= Brief =
Copy every line of the listing exactly.

Listed records below:

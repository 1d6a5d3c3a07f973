import { divIcon, layerGroup, marker, type LayerGroup, type Map as LeafletMap } from 'leaflet'
import type { MapGround } from '../../composables/mapGround.ts'
import type { MapBlock, Pixel } from '../../composables/mapTypes.ts'
import { findLineLabel } from '../../../shared/geo/findLineLabel.ts'
import type { PlaceGeometry, Position } from '../../../shared/geo/geometryTypes.ts'
import { polygonsOf, toLatLng } from './leafletGeometry.ts'
import { boxOf, type PixelBox } from './pixelRing.ts'
import { isInside } from './ringsAtBox.ts'

/** Names of sites beside their marks, of brooks and lanes along them, where there is room. */
export interface GroundLabels {
  show(ground: MapGround, blocks: readonly MapBlock[]): void
  /** Sets the names anew where the map looks now. */
  replace(): void
}

/** One name, and everything on the map that bears it. */
interface Named { name: string; kind: 'site' | 'water' | 'ground'; geometries: PlaceGeometry[]; widthM: number }
interface Shape { rings: readonly (readonly Position[])[]; box: PixelBox }

/** Width in pixels of a letter of a name, about. */
const LETTER = 6.6
const MARK_GAP = 11
const LINE = 15
/** The neatline lies over the map's edge. */
const FRAME_PX = 8
/** Where along a name it is asked what lies under it. */
const SHARES = [-0.5, -0.25, 0, 0.25, 0.5]
/** How wide a watercourse is taken to be where a name is to stand clear of it. */
const BROOK_M = 7
/** From the edge of a line to the middle of the name beside it. */
const BESIDE = 10

export function createGroundLabels(map: LeafletMap, metresPerPixel: () => number): GroundLabels {
  const group = layerGroup().addTo(map)
  let names: Named[] = []
  let shapes: Shape[] = []
  function replace(): void {
    group.clearLayers()
    for (const named of names) addName({ map, group, shapes, mPerPx: metresPerPixel() }, named)
  }
  return {
    show(ground, blocks) {
      names = namesOf(ground)
      shapes = blocks.flatMap(({ geometry }) => polygonsOf(geometry).map((rings) => ({ rings, box: boxOf(rings[0] ?? []) })))
      replace()
    },
    replace,
  }
}

/** Pieces that bear one name, as a lane in parts does, are named once. */
function namesOf({ features, sites }: MapGround): Named[] {
  const found = new Map<string, Named>()
  const take = (named: Named): void => {
    const known = found.get(`${named.kind} ${named.name}`)
    if (known === undefined) found.set(`${named.kind} ${named.name}`, named)
    else known.geometries.push(...named.geometries)
  }
  for (const { name, kind, geometry, widthM } of features) {
    if (name !== null) take({ name, kind: kind === 'water' ? 'water' : 'ground', geometries: [geometry], widthM: widthM ?? 0 })
  }
  for (const { id, kind, name, geometry } of sites) {
    if (geometry.type === 'Point') found.set(id, { name, kind: 'site', geometries: [geometry], widthM: 0 })
    else take({ name, kind: kind === 'watercourse' || kind === 'pond' ? 'water' : 'ground', geometries: [geometry], widthM: kind === 'watercourse' ? BROOK_M : 0 })
  }
  return [...found.values()]
}

interface Place { map: LeafletMap; group: LayerGroup; shapes: readonly Shape[]; mPerPx: number }

function addName(place: Place, named: Named): void {
  const width = named.name.length * LETTER
  const toPixel = (position: Position): Pixel => {
    const { x, y } = place.map.latLngToContainerPoint(toLatLng(position))
    return [x, y]
  }
  const [first] = named.geometries
  if (first?.type === 'Point') {
    addLabel(place, named, { at: besideMark(place, toPixel(first.coordinates), width), turn: 0 })
    return
  }
  const outlines = named.geometries.filter((geometry) => geometry.type === 'Polygon')
  for (const { coordinates } of outlines) {
    const { minX, minY, maxX, maxY } = boxOf((coordinates[0] ?? []).map(toPixel))
    if (maxX - minX < width + 4 || maxY - minY < BESIDE) continue
    addLabel(place, named, { at: [(minX + maxX) / 2, (minY + maxY) / 2], turn: 0 })
    return
  }
  const lines = named.geometries.flatMap((geometry) => (geometry.type === 'LineString' ? [geometry.coordinates.map(toPixel)] : []))
  const { x: across, y: down } = place.map.getSize()
  const found = findLineLabel(lines, { x: 0, y: 0, width: across, height: down }, width)
  if (found !== null) addLabel(place, named, besideLine(place, found, { width, widthPx: named.widthM / place.mPerPx }))
}

/** At the right of a mark, or left, over or under it: where the fewest blocks and the map's edge are least in the way. */
function besideMark(place: Place, [x, y]: Pixel, width: number): Pixel {
  const aside = MARK_GAP + width / 2
  const size = place.map.getSize()
  const within = Math.max(FRAME_PX + width / 2, Math.min(size.x - FRAME_PX - width / 2, x))
  const spots: Pixel[] = [[x + aside, y], [x - aside, y], [within, y - MARK_GAP - LINE / 2], [within, y + MARK_GAP + LINE / 2]]
  const inTheWay = ([midX, midY]: Pixel): number => {
    const isOut = midX - width / 2 < FRAME_PX || midX + width / 2 > size.x - FRAME_PX || midY < FRAME_PX || midY > size.y - FRAME_PX
    return (isOut ? 10 : 0) + SHARES.filter((share) => isOnBlock(place, [midX + width * share, midY])).length
  }
  return spots.reduce((best, spot) => (inTheWay(spot) < inTheWay(best) ? spot : best))
}

/** On the side of the line that has fewer blocks under the name; on the line itself where it is wide enough. */
function besideLine(place: Place, { x, y, turn }: { x: number; y: number; turn: number }, { width, widthPx }: { width: number; widthPx: number }): { at: Pixel; turn: number } {
  if (widthPx > 15) return { at: [x, y], turn }
  const angle = (turn * Math.PI) / 180
  const reach = widthPx / 2 + BESIDE
  const sides = [-1, 1].map((side): { at: Pixel; covered: number } => {
    const at: Pixel = [x - Math.sin(angle) * reach * side, y + Math.cos(angle) * reach * side]
    const along = SHARES.map((share): Pixel => [at[0] + Math.cos(angle) * width * share, at[1] + Math.sin(angle) * width * share])
    return { at, covered: along.filter((point) => isOnBlock(place, point)).length }
  })
  const [best] = sides.sort((a, b) => a.covered - b.covered)
  return best === undefined || best.covered > 2 ? { at: [x, y], turn } : { at: best.at, turn }
}

function isOnBlock({ map, shapes }: Place, [x, y]: Pixel): boolean {
  const { lng, lat } = map.containerPointToLatLng([x, y])
  return shapes.some(({ rings, box }) => lng >= box.minX && lng <= box.maxX && lat >= box.minY && lat <= box.maxY && isInside(rings, [lng, lat]))
}

function addLabel({ map, group }: Place, { name, kind }: Named, { at, turn }: { at: Pixel; turn: number }): void {
  const html = document.createElement('span')
  html.textContent = name
  if (turn !== 0) html.style.transform = `translate(-50%, -50%) rotate(${turn.toFixed(1)}deg)`
  group.addLayer(marker(map.containerPointToLatLng([at[0], at[1]]), {
    icon: divIcon({ className: `ground-name is-${kind}`, html, iconSize: [0, 0] }), interactive: false, keyboard: false, zIndexOffset: -500,
  }))
}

End of Listed records.

= Final answer =
repository 1d6a5d3c3a07f973
import { divIcon, layerGroup, marker, type LayerGroup, type Map as LeafletMap } from 'leaflet'
import type { MapGround } from '../../composables/mapGround.ts'
import type { MapBlock, Pixel } from '../../composables/mapTypes.ts'
import { findLineLabel } from '../../../shared/geo/findLineLabel.ts'
import type { PlaceGeometry, Position } from '../../../shared/geo/geometryTypes.ts'
import { polygonsOf, toLatLng } from './leafletGeometry.ts'
import { boxOf, type PixelBox } from './pixelRing.ts'
import { isInside } from './ringsAtBox.ts'

/** Names of sites beside their marks, of brooks and lanes along them, where there is room. */
export interface GroundLabels {
  show(ground: MapGround, blocks: readonly MapBlock[]): void
  /** Sets the names anew where the map looks now. */
  replace(): void
}

/** One name, and everything on the map that bears it. */
interface Named { name: string; kind: 'site' | 'water' | 'ground'; geometries: PlaceGeometry[]; widthM: number }
interface Shape { rings: readonly (readonly Position[])[]; box: PixelBox }

/** Width in pixels of a letter of a name, about. */
const LETTER = 6.6
const MARK_GAP = 11
const LINE = 15
/** The neatline lies over the map's edge. */
const FRAME_PX = 8
/** Where along a name it is asked what lies under it. */
const SHARES = [-0.5, -0.25, 0, 0.25, 0.5]
/** How wide a watercourse is taken to be where a name is to stand clear of it. */
const BROOK_M = 7
/** From the edge of a line to the middle of the name beside it. */
const BESIDE = 10

export function createGroundLabels(map: LeafletMap, metresPerPixel: () => number): GroundLabels {
  const group = layerGroup().addTo(map)
  let names: Named[] = []
  let shapes: Shape[] = []
  function replace(): void {
    group.clearLayers()
    for (const named of names) addName({ map, group, shapes, mPerPx: metresPerPixel() }, named)
  }
  return {
    show(ground, blocks) {
      names = namesOf(ground)
      shapes = blocks.flatMap(({ geometry }) => polygonsOf(geometry).map((rings) => ({ rings, box: boxOf(rings[0] ?? []) })))
      replace()
    },
    replace,
  }
}

/** Pieces that bear one name, as a lane in parts does, are named once. */
function namesOf({ features, sites }: MapGround): Named[] {
  const found = new Map<string, Named>()
  const take = (named: Named): void => {
    const known = found.get(`${named.kind} ${named.name}`)
    if (known === undefined) found.set(`${named.kind} ${named.name}`, named)
    else known.geometries.push(...named.geometries)
  }
  for (const { name, kind, geometry, widthM } of features) {
    if (name !== null) take({ name, kind: kind === 'water' ? 'water' : 'ground', geometries: [geometry], widthM: widthM ?? 0 })
  }
  for (const { id, kind, name, geometry } of sites) {
    if (geometry.type === 'Point') found.set(id, { name, kind: 'site', geometries: [geometry], widthM: 0 })
    else take({ name, kind: kind === 'watercourse' || kind === 'pond' ? 'water' : 'ground', geometries: [geometry], widthM: kind === 'watercourse' ? BROOK_M : 0 })
  }
  return [...found.values()]
}

interface Place { map: LeafletMap; group: LayerGroup; shapes: readonly Shape[]; mPerPx: number }

function addName(place: Place, named: Named): void {
  const width = named.name.length * LETTER
  const toPixel = (position: Position): Pixel => {
    const { x, y } = place.map.latLngToContainerPoint(toLatLng(position))
    return [x, y]
  }
  const [first] = named.geometries
  if (first?.type === 'Point') {
    addLabel(place, named, { at: besideMark(place, toPixel(first.coordinates), width), turn: 0 })
    return
  }
  const outlines = named.geometries.filter((geometry) => geometry.type === 'Polygon')
  for (const { coordinates } of outlines) {
    const { minX, minY, maxX, maxY } = boxOf((coordinates[0] ?? []).map(toPixel))
    if (maxX - minX < width + 4 || maxY - minY < BESIDE) continue
    addLabel(place, named, { at: [(minX + maxX) / 2, (minY + maxY) / 2], turn: 0 })
    return
  }
  const lines = named.geometries.flatMap((geometry) => (geometry.type === 'LineString' ? [geometry.coordinates.map(toPixel)] : []))
  const { x: across, y: down } = place.map.getSize()
  const found = findLineLabel(lines, { x: 0, y: 0, width: across, height: down }, width)
  if (found !== null) addLabel(place, named, besideLine(place, found, { width, widthPx: named.widthM / place.mPerPx }))
}

/** At the right of a mark, or left, over or under it: where the fewest blocks and the map's edge are least in the way. */
function besideMark(place: Place, [x, y]: Pixel, width: number): Pixel {
  const aside = MARK_GAP + width / 2
  const size = place.map.getSize()
  const within = Math.max(FRAME_PX + width / 2, Math.min(size.x - FRAME_PX - width / 2, x))
  const spots: Pixel[] = [[x + aside, y], [x - aside, y], [within, y - MARK_GAP - LINE / 2], [within, y + MARK_GAP + LINE / 2]]
  const inTheWay = ([midX, midY]: Pixel): number => {
    const isOut = midX - width / 2 < FRAME_PX || midX + width / 2 > size.x - FRAME_PX || midY < FRAME_PX || midY > size.y - FRAME_PX
    return (isOut ? 10 : 0) + SHARES.filter((share) => isOnBlock(place, [midX + width * share, midY])).length
  }
  return spots.reduce((best, spot) => (inTheWay(spot) < inTheWay(best) ? spot : best))
}

/** On the side of the line that has fewer blocks under the name; on the line itself where it is wide enough. */
function besideLine(place: Place, { x, y, turn }: { x: number; y: number; turn: number }, { width, widthPx }: { width: number; widthPx: number }): { at: Pixel; turn: number } {
  if (widthPx > 15) return { at: [x, y], turn }
  const angle = (turn * Math.PI) / 180
  const reach = widthPx / 2 + BESIDE
  const sides = [-1, 1].map((side): { at: Pixel; covered: number } => {
    const at: Pixel = [x - Math.sin(angle) * reach * side, y + Math.cos(angle) * reach * side]
    const along = SHARES.map((share): Pixel => [at[0] + Math.cos(angle) * width * share, at[1] + Math.sin(angle) * width * share])
    return { at, covered: along.filter((point) => isOnBlock(place, point)).length }
  })
  const [best] = sides.sort((a, b) => a.covered - b.covered)
  return best === undefined || best.covered > 2 ? { at: [x, y], turn } : { at: best.at, turn }
}

function isOnBlock({ map, shapes }: Place, [x, y]: Pixel): boolean {
  const { lng, lat } = map.containerPointToLatLng([x, y])
  return shapes.some(({ rings, box }) => lng >= box.minX && lng <= box.maxX && lat >= box.minY && lat <= box.maxY && isInside(rings, [lng, lat]))
}

function addLabel({ map, group }: Place, { name, kind }: Named, { at, turn }: { at: Pixel; turn: number }): void {
  const html = document.createElement('span')
  html.textContent = name
  if (turn !== 0) html.style.transform = `translate(-50%, -50%) rotate(${turn.toFixed(1)}deg)`
  group.addLayer(marker(map.containerPointToLatLng([at[0], at[1]]), {
    icon: divIcon({ className: `ground-name is-${kind}`, html, iconSize: [0, 0] }), interactive: false, keyboard: false, zIndexOffset: -500,
  }))
}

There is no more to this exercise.